There is no specific statute of limitations on trademark infringement claims. Instead, when a court considers an argument that a trademark plaintiff waited too long to act, it weighs two things: how long did the trademark owner wait after it knew (or should have known) of the infringement, and how badly was the alleged trademark infringer harmed by the delay?
The bigger the harm from delay, the shorter amount of delay a court will permit.
The primary idea is that, if the alleged infringer had been confronted right away, it might not have made investments in a bad trademark. Examples of such investments are business expansion, advertising expenditure or perhaps just achieving increased sales.
It’s pretty rare for laches to stop a trademark claim when the claim is made within six months of when the trademark owner learned of the problem. But there are rare cases where the court held that waiting even about three months to sue was too long because of the extent of prejudice the defendant suffered because of the delay.
Also, if you want a court to immediately stop the infringement pending a full trial of the case, you need to get to court right away. Waiting even a few weeks can take that option off the table.

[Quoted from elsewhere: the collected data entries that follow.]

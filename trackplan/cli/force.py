"""``trackplan force``: force and stress in restrained rail at chosen rail temperatures."""

from __future__ import annotations

from pathlib import Path
from typing import List, Optional

import typer
from rich.table import Table

from trackplan import command_json, rails, thermal, units
from trackplan.cli.common import (
    JSON_OPTION,
    UNITS_OPTION,
    UnitSystem,
    command,
    console,
    emit_json,
    given_text,
    parse_option,
    print_caution,
)
from trackplan.errors import InputError

#: Plausible neutral temperatures [degC] (as section files) and rail temperatures [degC].
NEUTRAL_RANGE_C = (-10.0, 60.0)
RAIL_RANGE_C = (-60.0, 90.0)


def resolve_steel(profile: rails.RailProfile, steel: Optional[str], E: Optional[str], alpha: Optional[str]) -> thermal.Steel:
    """Steel constants for a run: the preset of the profile family, a named preset, then overrides."""
    base = thermal.steel_preset(steel) if steel else thermal.default_steel(profile.is_north_american)
    E_Pa = units.parse(E, "stress", "--youngs-modulus") if E is not None else base.E_Pa
    a = units.parse(alpha, "expansion", "--alpha") if alpha is not None else base.alpha_per_K
    thermal.check_steel(E_Pa, a, "--youngs-modulus/--alpha")
    if E is not None or alpha is not None:
        return thermal.Steel(E_Pa, a, "custom", f"{base.name} with overrides")
    return base


STEEL_OPTION = typer.Option(
    None, "--steel", help="Steel constants preset: european (E 210 GPa, alpha 1.15e-5 /K), north-american "
    "(E 30e6 psi, alpha 6.5e-6 /degF), en1993. Default: by profile family."
)
E_OPTION = typer.Option(None, "--youngs-modulus", help="Override Young's modulus, e.g. '207 GPa' or '30e6 psi'.")
ALPHA_OPTION = typer.Option(None, "--alpha", help="Override the expansion coefficient, e.g. '1.2e-5 1/K' or '6.5e-6 1/delta_degF'.")
PROFILES_FILE_OPTION = typer.Option(None, "--profiles-file", help="TOML file with profiles of your own.")


@command("force")
def force_cmd(
    rail: str = typer.Option(..., "--rail", help="Rail profile, e.g. 60E1 or 136RE (see `trackplan profiles`)."),
    neutral: str = typer.Option(..., "--neutral", help="Neutral (stress-free) temperature, e.g. '27 degC' or '95 degF'."),
    at: List[str] = typer.Option(..., "--at", help="Rail temperature to evaluate; repeat for several, e.g. --at '60 degC' --at '-20 degC'."),
    resistance: Optional[str] = typer.Option(
        None, "--resistance", help="Longitudinal resistance per rail, e.g. '8 kN/m' or '40 lbf/in': adds breathing length, end movement and pull-apart gap."
    ),
    steel: Optional[str] = STEEL_OPTION,
    youngs_modulus: Optional[str] = E_OPTION,
    alpha: Optional[str] = ALPHA_OPTION,
    profiles_file: Optional[Path] = PROFILES_FILE_OPTION,
    system: UnitSystem = UNITS_OPTION,
    as_json: bool = JSON_OPTION,
) -> None:
    """Longitudinal force and stress in fully restrained welded rail at each --at temperature.

    P = E A alpha (T_rail - T_neutral): compression when the rail is hotter than
    neutral, tension when colder; it does not depend on the string length. With
    --resistance, also the breathing length at a free end, the end movement and,
    in tension, the gap a rail break would open.

    Example: trackplan force --rail 60E1 --neutral "27 degC" --at "60 degC" --at "-20 degC" --resistance "8 kN/m"
    """
    extra = rails.load_user_profiles(profiles_file) if profiles_file is not None else None
    profile = rails.get_profile(rail, extra)
    st = resolve_steel(profile, steel, youngs_modulus, alpha)
    t_n, echo_n = parse_option(neutral, "temperature", "--neutral", system)
    if not NEUTRAL_RANGE_C[0] <= t_n <= NEUTRAL_RANGE_C[1]:
        raise InputError(f"{echo_n} is outside -10..60 degC, the range of neutral temperatures in practice "
                         "(a unit slip? e.g. '27 degC' or '95 degF')", "--neutral")
    r = None
    if resistance is not None:
        r, _ = parse_option(resistance, "force_per_length", "--resistance", system)
        if not r > 0:
            raise InputError(f"must be positive, got {resistance!r} (e.g. '8 kN/m' per rail)", "--resistance")
    results = []
    echoes = []
    for i, text in enumerate(at):
        t, echo = parse_option(text, "temperature", f"--at (#{i + 1})", system)
        if not RAIL_RANGE_C[0] <= t <= RAIL_RANGE_C[1]:
            raise InputError(f"{echo} is outside -60..90 degC, the range rail temperatures reach "
                             "(a unit slip? e.g. '60 degC' or '140 degF')", f"--at (#{i + 1})")
        echoes.append(echo)
        results.append(thermal.restrained_rail(t, neutral_C=t_n, E_Pa=st.E_Pa, area_m2=profile.area_m2,
                                               alpha_per_K=st.alpha_per_K, resistance_N_per_m=r))

    data = command_json.force_json(profile, st, t_n, results, r)
    if as_json:
        emit_json(data)
        return

    s = system.value
    console.print(
        f"[bold]{profile.name}[/]  A = {units.fmt(profile.area_m2, 'area', s, 2)}, "
        f"E = {units.fmt(st.E_Pa, 'modulus', s, 1 if s == 'si' else 0)}, alpha = {units.fmt(st.alpha_per_K, 'expansion', s, 8)} "
        f"({st.name}), neutral {given_text(echo_n, t_n, 'temperature', s)}",
        highlight=False,
    )
    table = Table(title="Force in restrained rail (compression +, tension −)")
    us = s == "us"
    cols = [
        (units.header_lines("rail", "temperature", s), "temperature", "rail_temperature_C", 1, 1),
        (units.header_lines("rise", "temperature_difference", s), "temperature_difference", "rise_K", 1, 1),
        (units.header_lines("stress", "stress", s), "stress", "stress_MPa", 1e6, 2 if us else 1),
        (units.header_lines("per rail", "force", s), "force", "force_per_rail_kN", 1e3, 1 if us else 0),
        (units.header_lines("per track", "force", s), "force", "force_per_track_kN", 1e3, 1 if us else 0),
    ]
    if r is not None:
        cols += [
            (units.header_lines("breathing length", "length", s), "length", "breathing_length_m", 1, 0),
            (units.header_lines("end movement", "short_length", s), "short_length", "end_movement_mm", 1e-3, 2 if us else 1),
            (units.header_lines("break gap", "short_length", s), "short_length", "pull_apart_gap_mm", 1e-3, 2 if us else 1),
        ]
    for head, *_ in cols:
        table.add_column(head, justify="right")
    table.add_column("state", no_wrap=True)
    for row in data["results"]:
        cells = [units.number(row[key] * scale, kind, s, d) if key in row else "–" for _, kind, key, scale, d in cols]
        table.add_row(*cells, row["state"])
    console.print(table)
    if r is not None:
        gaps = [row["pull_apart_gap_mm"] for row in data["results"] if "pull_apart_gap_mm" in row]
        if gaps and max(gaps) > 50.0:
            console.print(
                f"[red]A break would open {units.fmt(max(gaps) / 1e3, 'short_length', s)}: more than the "
                f"{units.fmt(0.05, 'short_length', s, 0)} commonly treated as dangerous for traffic (common practice).[/]",
                highlight=False,
            )
    print_caution()
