"""``trackplan destress``: the crew sheet for destressing, adjustment, repair or heating.

The figures come from :func:`trackplan.destressing.plan_destressing`; this
module only reads the options (or a job file), prints the crew sheet and
writes it as a one-page printable HTML file.
"""

from __future__ import annotations

import html
import tomllib
from datetime import date
from pathlib import Path
from typing import Optional

import typer
from rich.table import Table
from rich.text import Text

from trackplan import CAUTION, destressing, rails, units
from trackplan.cli.common import (
    JSON_OPTION,
    UNITS_OPTION,
    UnitSystem,
    command,
    console,
    emit_json,
    given_text,
    parse_option,
    print_caution,
)
from trackplan.cli.force import ALPHA_OPTION, E_OPTION, PROFILES_FILE_OPTION, STEEL_OPTION, resolve_steel
from trackplan.errors import InputError

#: Job-file fields: field -> (option name, kind of quantity or None for text).
JOB_FIELDS = {
    "rail": ("--rail", None),
    "length": ("--length", "length"),
    "rail_temp": ("--rail-temp", "temperature"),
    "target": ("--target", "temperature"),
    "current_neutral": ("--current-neutral", "temperature"),
    "mode": ("--mode", None),
    "pull": ("--pull", None),
    "weld": ("--weld", None),
    "marks": ("--marks", "length"),
    "tensor_capacity": ("--tensor-capacity", "force"),
    "max_pull": ("--max-pull", "length"),
    "removed": ("--removed", "length"),
    "opening": ("--opening", "length"),
    "observed_movement": ("--observed-movement", "length"),
    "at_mark": ("--at-mark", "length"),
    "steel": ("--steel", None),
    "youngs_modulus": ("--youngs-modulus", None),
    "alpha": ("--alpha", None),
    "site": ("--site", None),
}

MODE_LABEL = {
    "free": "free rail, stretched by tensor",
    "restrained": "restrained adjustment from the current neutral",
    "repair": "repair with a closure rail",
    "heating": "heating to the target (no tensor)",
}
PULL_LABEL = {"end": "from one end", "centre": "both halves towards a central cut"}

#: Defaults with --units us, as North American practice writes them (not converted
#: SI values). All from memory of common practice: confirm them in your railway's
#: CWR procedure and the weld kit's instructions.
US_DEFAULTS = {
    # standard-gap thermite (aluminothermic) kits: a 1 in gap between the rail ends
    "weld": destressing.WeldAllowance(
        "aluminothermic", 1.0 * 0.0254, "aluminothermic (thermite) weld, standard 1 in gap",
        "(from memory) North American practice: standard-gap thermite kits 1 in; confirm with the kit instructions"),
    # longest length one tensor set pulls: a quarter mile, as commonly written
    "max_pull_m": 1320.0 * 0.3048,
    # reference marks every 100 ft
    "marks_m": 100.0 * 0.3048,
}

At the other end of the spectrum, there’s a recent decision by the Fourth Circuit Court of Appeals (it covers Virginia) that held that a delay of as much as 20-30 years might not be too long where the defendant might not suffer any significant prejudice from being forced to stop using an infringing mark and where the plaintiff and defendant only sometimes operated in the same geographic market.
Then there’s a recent arbitration decision about a domain name. It concerned an effort by Victoria’s Secret to recover the domain name VictoriasSecrets.com.au (that’s an Australian domain name) that is being used by an Australian brothel.
The artitrator said this is a clear case of cybersquatting, but because Victoria’s Secret waited almost seven years to sue after initially sending a complaint letter to the brothel, it could not recover the domain name.
The moral is to be paranoid. Because you don’t know whether a court will say you waited too long to act, you should assume any delay might be fatal.
Have your lawyer contact the infringer immediately to try to get it to agree to stop. If the target won’t agree, you need to sue quickly after that.
And what if you just let it go? Your trademark rights begin to crumble.
Due to laches, at some point you lose your ability to stop that infringer. You’ll have to live with the consumer confusion and lost sales that will occur.
Also, when you allow (or must tolerate) such infringements, the power of your trademark shrinks. Others become legally entitled to mimic your trademark ever more closely. Your trademark, which is your brand, will stand out less to consumers.
Eventually, if you let things go far enough, you will lose your trademark entirely. A court might hold that your trademark has become just a generic name for the product or service (think Aspirin, which used to be a Bayer trademark). Or it might just say that you are deemed to have abandoned your trademark through neglect.
When it comes to your trademarks, with minor exceptions there essentially is no governmental army or police force to protect you. You alone are responsible for defending your trademark from weakening and loss. Like other kinds of attacks, the longer you wait to confront the trademark attacker, the lower your chance of success.